What is the moment of inertia of a ring about a tangent to the circle of the ring?

Answer 1

Hint: We first start with the definition of the moment of inertia. The moment of inertia also known as rotational inertia defined as a quantity that is equal to the sum of the product of the mass of every particle with its square of the distance from the rotation axis. After establishing the formula for the moment of inertia, we use the parallel axis theorem on it.

Complete answer:
As we know that the moment of inertia $ I $ is defined as the sum of the product of the mass $ M $ of the particles with its square of the distance $ R $ from the rotational axis. Hence given as
 $ \Rightarrow I = M{R^2} $
Now for a circular ring, the moment of inertia about an axis of the rotation passing through the centre of the ring which lies in its plane is given as
 $ \Rightarrow {I_r} = \dfrac{{M{R^2}}}{2} $ ………. $ (1) $

Now it is given in the question a tangent of the circle of the ring that touches one of its surfaces can be found to be parallel to the diameter of the ring. Here from the figure, we can see that the distance between the two parallel axes $ R $ is also the radius of the ring.

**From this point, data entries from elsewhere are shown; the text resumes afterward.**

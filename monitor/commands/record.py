"""`tunetrace record SOURCE -o FILE`: headless recording with a closing summary line."""

from __future__ import annotations

import argparse
import os
import signal
import sys
import time
from typing import Any

from monitor.binary_options import add_binary_options
from monitor.commands.common import (
    DEFAULT_BAUD,
    baud_rate,
    channel_list,
    positive_float,
)
from monitor.errors import UserError

POLL_S = 0.1


def add_arguments(parser: argparse.ArgumentParser) -> None:
    parser.add_argument("source", metavar="SOURCE",
                        help="device path, pyserial URL, - for stdin, or sim://")
    parser.add_argument("-o", "--output", required=True, metavar="FILE",
                        help="the recording to create (CSV with a metadata header)")
    parser.add_argument("--duration", type=positive_float, metavar="S",
                        help="stop after S seconds (default: until Ctrl-C or the source ends)")
    parser.add_argument("--force", action="store_true", help="overwrite FILE if it exists")
    parser.add_argument("--with-filtered", action="store_true",
                        help="also write <channel>_filtered columns from --chain (give "
                             "--rate too: until the rate is known, filtered equals raw)")
    parser.add_argument("--max-bytes", type=positive_float, metavar="N",
                        help="stop cleanly before the file grows beyond N bytes")
    parser.add_argument("--max-seconds", type=positive_float, metavar="S",
                        help="stop cleanly once the recording spans S seconds")
    parser.add_argument("--chain", metavar="FILE",
                        help="chain file (TOML): kept in the header, and run for --with-filtered")
    parser.add_argument("--baud", type=baud_rate, default=DEFAULT_BAUD, metavar="N",
                        help=f"line speed in baud (default {DEFAULT_BAUD})")
    parser.add_argument("--rate", type=positive_float, metavar="HZ",
                        help="declared sample rate (else the chain's rate_hz, device time "
                             "or estimated)")
    parser.add_argument("--time-column", metavar="NAME",
                        help="column holding the device time in seconds")
    parser.add_argument("--counter-column", metavar="NAME",
                        help="column holding the sample counter; gaps count as dropped")
    parser.add_argument("--channels", type=channel_list, metavar="NAMES",
                        help="column names (a,b,c); they win over the board's header "
                             "line, whose units are kept")
    add_binary_options(parser)


class _WatchedSink:
    """Passes everything to the recording and keeps the exception that stopped it."""

    def __init__(self, inner: Any) -> None:
        self.inner = inner
        self.path = inner.path
        self.error: BaseException | None = None

    def write_block(self, block: Any, filtered: Any = None) -> None:
        self._call(self.inner.write_block, block, filtered)

    def write_gap(self, reason: str) -> None:
        self._call(self.inner.write_gap, reason)

    def write_rate_change(self, rate_hz: float, origin: str, previous_hz: float) -> None:
        self._call(self.inner.write_rate_change, rate_hz, origin, previous_hz)

    def close(self) -> None:
        self._call(self.inner.close)

    def _call(self, fn: Any, *args: Any) -> None:
        try:
            fn(*args)
        except Exception as exc:
            self.error = self.error or exc
            raise


def run(args: argparse.Namespace) -> int:
    from monitor.stop_signals import StopRequest

    # SIGTERM and SIGHUP (terminal closed, SSH dropped) stop like Ctrl-C from the start,
    # so even one that comes while the port opens ends with a closed file and a summary
    with StopRequest() as stop:
        return _record(args, stop)


def _record(args: argparse.Namespace, stop: Any) -> int:
    from monitor.commands.common import DeferredRecording, build_pipeline, check_record_path
    from monitor.pipeline import StartRecording
    from monitor.stop_signals import print_safely
    from replay.writer import RecordingFull, open_error_sentence

    path = args.output
    check_record_path(path, force=args.force)
    chain_text = None
    if args.chain:
        from monitor.commands.common import read_chain_text

        chain_text = read_chain_text(args.chain)
    elif args.with_filtered:
        raise UserError("--with-filtered needs --chain FILE, the chain whose output to record.")
    args.record = None          # build_pipeline must not start a second recording
    args.ring_seconds = 10.0    # headless: only a little history is kept
    pipeline = build_pipeline(args, args.source, chain_text=chain_text, chain_name=args.chain)
    sink = _WatchedSink(DeferredRecording(
        pipeline, path, chain_text, args.force, announce=_note_rename,
        with_filtered=args.with_filtered,
        limit_bytes=int(args.max_bytes) if args.max_bytes else None,
        limit_seconds=args.max_seconds))
    pipeline.submit(StartRecording(sink))
    print_safely(f"tunetrace record: {pipeline.status().source_description} -> {path} "
                 "(Ctrl-C stops)", sys.stderr)
    started = time.monotonic()
    stop.watch(signal.SIGINT)       # Ctrl-C too sets the flag now: no exception mid-stop
    pipeline.start()
    try:
        while not stop.requested:
            time.sleep(POLL_S)
            status = pipeline.status()
            if not status.running or (status.recording is None and status.recording_error):
                break
            if args.duration is not None and time.monotonic() - started >= args.duration:
                break
    except KeyboardInterrupt:
        pass
    finally:
        pipeline.stop()
    status = pipeline.status()
    print_safely(summary(path, status, time.monotonic() - started), sys.stdout)
    if isinstance(sink.error, RecordingFull):
        print_safely(f"tunetrace record: recording stopped: {sink.error}", sys.stderr)
        return 0
    if isinstance(sink.error, OSError):
        raise UserError(open_error_sentence(sink.error, path), exit_code=1)
    if sink.error is not None or status.recording_error:
        raise UserError(f"{status.recording_error or sink.error}; {path} may be incomplete.",
                        exit_code=1)
    if status.error:
        raise UserError(f"the stream stopped on an internal error ({status.error}); "
                        "please report it.", exit_code=1)
    return 0


def _note_rename(sentence: str) -> None:
    from monitor.stop_signals import print_safely

    print_safely(f"tunetrace record: {sentence}.", sys.stderr)


def summary(path: str, status: Any, seconds: float) -> str:
    """The closing line: frames, bad, dropped, seconds, file size."""
    try:
        size = f"{os.path.getsize(path)} bytes"
    except OSError:
        size = "not written"
    return (f"recorded {path}: {status.frames} frames, {status.bad} bad, {status.dropped} "
            f"dropped, {status.gaps} gaps, {seconds:.1f} s, {size}")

Hence from the parallel axis theorem, we can conclude that
 $ \Rightarrow {I_{T} } = {I_r} + M{R^2} $
Where $ {I_r} $ is the moment of inertia of the ring about an axis passing through the centre and $ {I_T} $ is the moment of inertia of tangent.
Hence substituting from the equation $ (1) $ , the equation results in
 $ \Rightarrow {I_{T} } = \dfrac{{M{R^2}}}{2} + M{R^2} $
 $ \therefore {I_{T} } = \dfrac{{3M{R^2}}}{2} $
Therefore the moment of inertia of a ring about a tangent to the circle of the ring is $ {I_{T} } = \dfrac{{3M{R^2}}}{2} $ .

Note:
Moment of inertia of a rigid body is a quantity that determines the torque needed for a required angular acceleration about a rotational axis. The moment of inertia can be calculated by using two methods: the first method is the parallel axis theorem and the other is the perpendicular theorem. In this question, we have used the parallel axis theorem.